Do machine learning system design courses.
Pro Tips
- Make sure you explore the problem. Ask questions, make sure that there are enough questions, to make sure that you collect the right data, big picture, and not miss the scale. Not knowing what you are trying to solve or solving a wrong problem would reflect badly on you.
- Drive the conversation. If you wait for the interviewer to drive the conversation, it simply shows a lack of initiative, and you always want to show the opposite. You should be speaking most of the time.
- Practice drawing. Prior to the interview, practice drawing a few design diagrams on Excalidraw. This will make it a bit easier during the interview: if you can save a few seconds of figuring out how to draw a circle, that’s a few seconds more you can spend on brainstorming.

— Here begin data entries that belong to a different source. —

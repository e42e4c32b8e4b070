"""Deactivates a person: no sign-in, no session, no token of theirs serves from then on."""

from fleet import acts
from fleet.actions.duty_rows import of_same_operator
from fleet.actions.last_manager import one_at_a_time, refuse_without_manager
from fleet.models import Person
from records.act import act
from records.actor import Actor
from records.refusal import StepRefused


def deactivate_person(actor: Actor, person: Person, *, reason: str) -> Person:
    """This function will deactivate the person; what they signed and entered stays as it is.

    Sessions and tokens are refused from then on, since both ask for an active person. Raises NotKnown
    (another operator's), NotAllowed and StepRefused (oneself, inactive before, the last manager).
    """
    of_same_operator(actor, person)
    with act(acts.DEACTIVATE_PERSON, by=actor, about=f"person:{person.pk}", reason=reason) as entry:
        if actor.person == person.pk:
            raise StepRefused("own-deactivation", "Nobody deactivates themselves; ask another manager.")
        one_at_a_time(entry)
        # Counted in the database: of two who deactivate at once, one is told that it was done.
        if not Person.objects.filter(pk=person.pk, is_active=True).update(is_active=False):
            raise StepRefused("person-inactive", "This person was deactivated before.")
        refuse_without_manager(entry, entry.at)
    person.is_active = False
    return person
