"""Lifts a restriction: from then on it binds no more. That widens what is allowed: another person does it."""

from datetime import datetime

from fleet import acts
from fleet.actions.authorship import approver_acting, own
from fleet.actions.constraint_refusals import refused_as
from fleet.actions.provision_rows import REFUSALS, end
from fleet.models import Aircraft, Provision, ProvisionEnd
from records.act import act
from records.actor import Actor


def lift_restriction(
    actor: Actor,
    aircraft: Aircraft,
    restriction: Provision,
    *,
    reason: str,
    true_from: datetime | None = None,
) -> ProvisionEnd:
    """This function will lift the restriction from `true_from` on (None: now), with a reason.

    Raises NotAllowed for the person who entered it, StepRefused when it ended already or lapses before.
    """
    own(actor, aircraft)
    about = f"aircraft:{aircraft.id}"
    with (
        refused_as(REFUSALS),
        act(acts.LIFT_RESTRICTION, by=actor, about=about, reason=reason) as entry,
    ):
        approver_acting(actor, restriction.entered_by_id)
        return end(entry, actor, restriction, true_from, reason)
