"""Which tank feeds when, exactly, against a slow second burner that goes drop by drop."""

from dataclasses import replace
from fractions import Fraction

from hypothesis import given, settings
from hypothesis import strategies as st

from fleet.basis import BurnStage, TankTable
from loads.balance.assess import assess
from loads.balance.declared import read_load
from loads.balance.fuel import burn, fuel_states
from loads.balance.prepared import prepared
from tests.pure.loads.making import load, tank, twin, twin_empty

F = Fraction

DROPS = 12  # a drop is a twelfth of a unit, so that one to four tanks share whole drops


def drop_by_drop(contents, order, drops):
    """An independent burner: one round takes equal drops from every tank of the stage that still holds
    some.
    """
    left = {name: held * DROPS * 60 for name, held in contents.items()}
    wanted = drops * 60
    for stage in order:
        while wanted and (feeding := [name for name in stage.tanks if left.get(name)]):
            share = min(F(wanted, len(feeding)), *(left[name] for name in feeding))
            for name in feeding:
                left[name] -= share
            wanted -= share * len(feeding)
    return {name: F(held, DROPS * 60) for name, held in left.items()}, F(wanted, DROPS * 60)


@given(
    st.lists(st.integers(0, 40), min_size=4, max_size=4),
    st.integers(0, 2400),
    st.sampled_from([(("A", "B"), ("C", "D")), (("A", "B", "C", "D"),), (("A",), ("D", "B")), ()]),
)
def test_nothing_is_lost_and_nothing_goes_below_empty(amounts, drops, stages):
    contents = dict(zip("ABCD", map(F, amounts), strict=True))
    order = tuple(BurnStage(names) for names in stages)

    left, short = burn(contents, order, F(drops, DROPS))

    assert (left, short) == drop_by_drop(contents, order, drops)
    assert sum(contents.values()) - sum(left.values()) + short == F(drops, DROPS)
    assert all(0 <= left[name] <= contents[name] for name in contents)


def test_tanks_of_a_stage_feed_equally_and_one_that_runs_dry_leaves_the_rest_feeding():
    left, short = burn({"L": F(10), "R": F(4)}, (BurnStage(("L", "R")),), F(11))

    assert left == {"L": F(3), "R": F(0)}
    assert short == 0


def test_a_later_stage_waits_until_the_earlier_one_is_dry():
    order = (BurnStage(("AUX",)), BurnStage(("MAIN",)))

    assert burn({"MAIN": F(20), "AUX": F(5)}, order, F(5))[0] == {"MAIN": F(20), "AUX": F(0)}
    assert burn({"MAIN": F(20), "AUX": F(5)}, order, F("5.5"))[0] == {"MAIN": F("19.5"), "AUX": F(0)}


def test_taxi_fuel_comes_out_of_its_own_tanks_and_the_trip_out_of_the_burn_order():
    basis = twin()
    states = fuel_states(read_load(load(), basis).fuel, prepared(basis))

    assert states["ramp"].usable["LEFT-MAIN"] == 50
    assert states["take-off"].usable == {"LEFT-MAIN": 48, "RIGHT-MAIN": 48, "LEFT-AUX": 15, "RIGHT-AUX": 15}
    assert states["landing"].usable == {"LEFT-MAIN": 28, "RIGHT-MAIN": 28, "LEFT-AUX": 0, "RIGHT-AUX": 0}
    assert states["minimum at landing"].usable_weight == 240
    assert states["zero fuel"].weight == 0


def test_trapped_fuel_stays_at_its_arm_when_the_usable_fuel_is_gone():
    basis = twin()
    document = load()
    document["fuel"]["not_usable"] = {"LEFT-AUX": {"value": 30, "unit": "lb"}}

    states = fuel_states(read_load(document, basis).fuel, prepared(basis))

    assert states["zero fuel"].weight == 30
    assert states["zero fuel"].moment == 30 * 133
    assert states["zero fuel"].lateral_moment == 30 * -90
    assert states["landing"].weight - states["landing"].usable_weight == 30
    assert states["ramp"].weight == 130 * 6 + 30


def test_fuel_no_stage_feeds_stays_aboard_at_zero_fuel():
    basis = twin()
    basis = replace(basis, burn_order=basis.burn_order[1:])
    document = load()
    document["fuel"]["trip"]["value"] = 300

    states = fuel_states(read_load(document, basis).fuel, prepared(basis))

    assert states["zero fuel"].usable == {"LEFT-MAIN": 0, "RIGHT-MAIN": 0, "LEFT-AUX": 15, "RIGHT-AUX": 15}


def test_burned_moment_is_before_less_after_where_the_table_bends():
    """AH64-BURN of the reference examples, computed there: the first 23.2 gal come from the upper arm."""
    table = TankTable(
        "volume", "arm", "arm", None, ((F(0), F("150.6")), (F("132.8"), F("150.6")), (F(156), F("153.7")))
    )
    one = replace(tank("L-TANK", 0, 156), table=table)
    basis = replace(
        twin(), tanks=(one,), burn_order=(BurnStage(("L-TANK",)),), taxi_order=(BurnStage(("L-TANK",)),)
    )
    document = load()
    document["fuel"] |= {
        "density": {"value": "6.5", "unit": "lb/US gal", "source": "manual"},
        "at_engine_start": {"L-TANK": {"value": 156, "unit": "US gal"}},
        "taxi": {"value": 0, "unit": "lb"},
        "trip": {"value": "150.8", "unit": "lb"},
    }

    result = assess(read_load(document, basis), basis, twin_empty())

    burned = result.state("take-off").moment - result.state("landing").moment
    assert burned == F("25853.88")
    assert abs(burned / F("150.8") - F("171.44")) < F("0.01")


def test_fuel_off_the_end_of_a_table_is_unresolved_and_never_extrapolated():
    basis = twin()
    bent = TankTable("volume", "arm", "arm", None, ((F(10), F(121)), (F(60), F(122))))
    basis = replace(basis, tanks=(replace(basis.tanks[0], table=bent), *basis.tanks[1:]))
    document = load()
    document["fuel"]["minimum_at_landing"] = {"value": 60, "unit": "lb"}

    result = assess(read_load(document, basis), basis, twin_empty())

    check = result.check("tank-table.LEFT-MAIN")
    assert (check.outcome, check.phase) == ("unresolved", "minimum at landing")
    assert result.verdict == "unresolved"
    assert result.states == ()


@settings(max_examples=50, deadline=None)
@given(st.integers(1, 700), st.integers(0, 60))
def test_a_burn_in_two_parts_is_the_burn_at_once(first, second):
    basis = twin()
    contents = {one.id: one.capacity for one in basis.tanks}

    halfway, _ = burn(contents, basis.burn_order, F(first, 10))
    twice, short = burn(halfway, basis.burn_order, F(second))

    assert (twice, short) == burn(contents, basis.burn_order, F(first, 10) + second)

- Take notes as you study. During prep, always take notes about what you’ve learned. Don’t just copy-paste, write things in your own words as a way to probe your understanding.
- Perceive the interviewer as a junior. Do not think about the assessor as an interviewer, think of them as a junior engineer to whom you are explaining how the final pipeline should look.
Frequently Asked Questions
What do I do if I don’t know the answer to the problem?
That’s the whole point — the interview is testing your ability to face an unfamiliar and ambiguous problem and navigate your way to a solution. Don’t stress if you feel like the solution is not coming straight away. Gather the requirements, the constraints, and think about the most simple thing that would crack it, and then add complexity as you go.
What if I am not familiar with the area?
Interestingly this is more common than not. If you have been specialising in generative models and interviewed with Meta, you have most likely been asked about ranking in one way or another. While the areas differ, there are still common flows for cracking these problems and common machine learning fundamentals to build on. While you might not know the area, your experience might bring a fresh perspective. There is no right or wrong — the interviewer is interested in your thinking process and overall understanding of the machine learning area. However, the best way to not fall into this trap is to prepare for the company you are interviewing for.
What if I am running out of time?
It does happen very often — after all you’d have a big and unfamiliar problem to solve. Some interviewers don’t even expect you to finish and would want you to focus on certain parts more than the others. However, generally, if you notice that you are falling behind the schedule you have several options. First is to ask — one is to ask the interviewer, explicitly say that you see that you are running out of time and if they want you to focus on a specific section; another one is to summarise what you have already talked about and move on prioritising the remaining parts. As obvious as it sounds, the key to not falling into the trap is to practice and allocate exact time frames for each section.
What if I have finished earlier?
It’s your chance to cover in more details the sections you feel are important. You can also seek help from the interviewer and ask them if they have questions. Generally, good things to cover would be corner cases, practical considerations, and managing the lifecycle.
What if I get stuck?
Getting stuck is normal — you are under pressure to solve a complex problem that often takes several engineers to solve. The first thing is to stop hitting the wall. Second: verbalise this to the interviewer — we are all humans and verbalising that you are stuck takes off the stress of pretending that you are not, and hence freeing up mental resources. Third: repeat what you have gathered and built so far. Fourth: if you feel like you are not moving at all, start working on a different part of the pipeline. In any case an experienced interviewer would pick up the cues and will guide you out of a dead end.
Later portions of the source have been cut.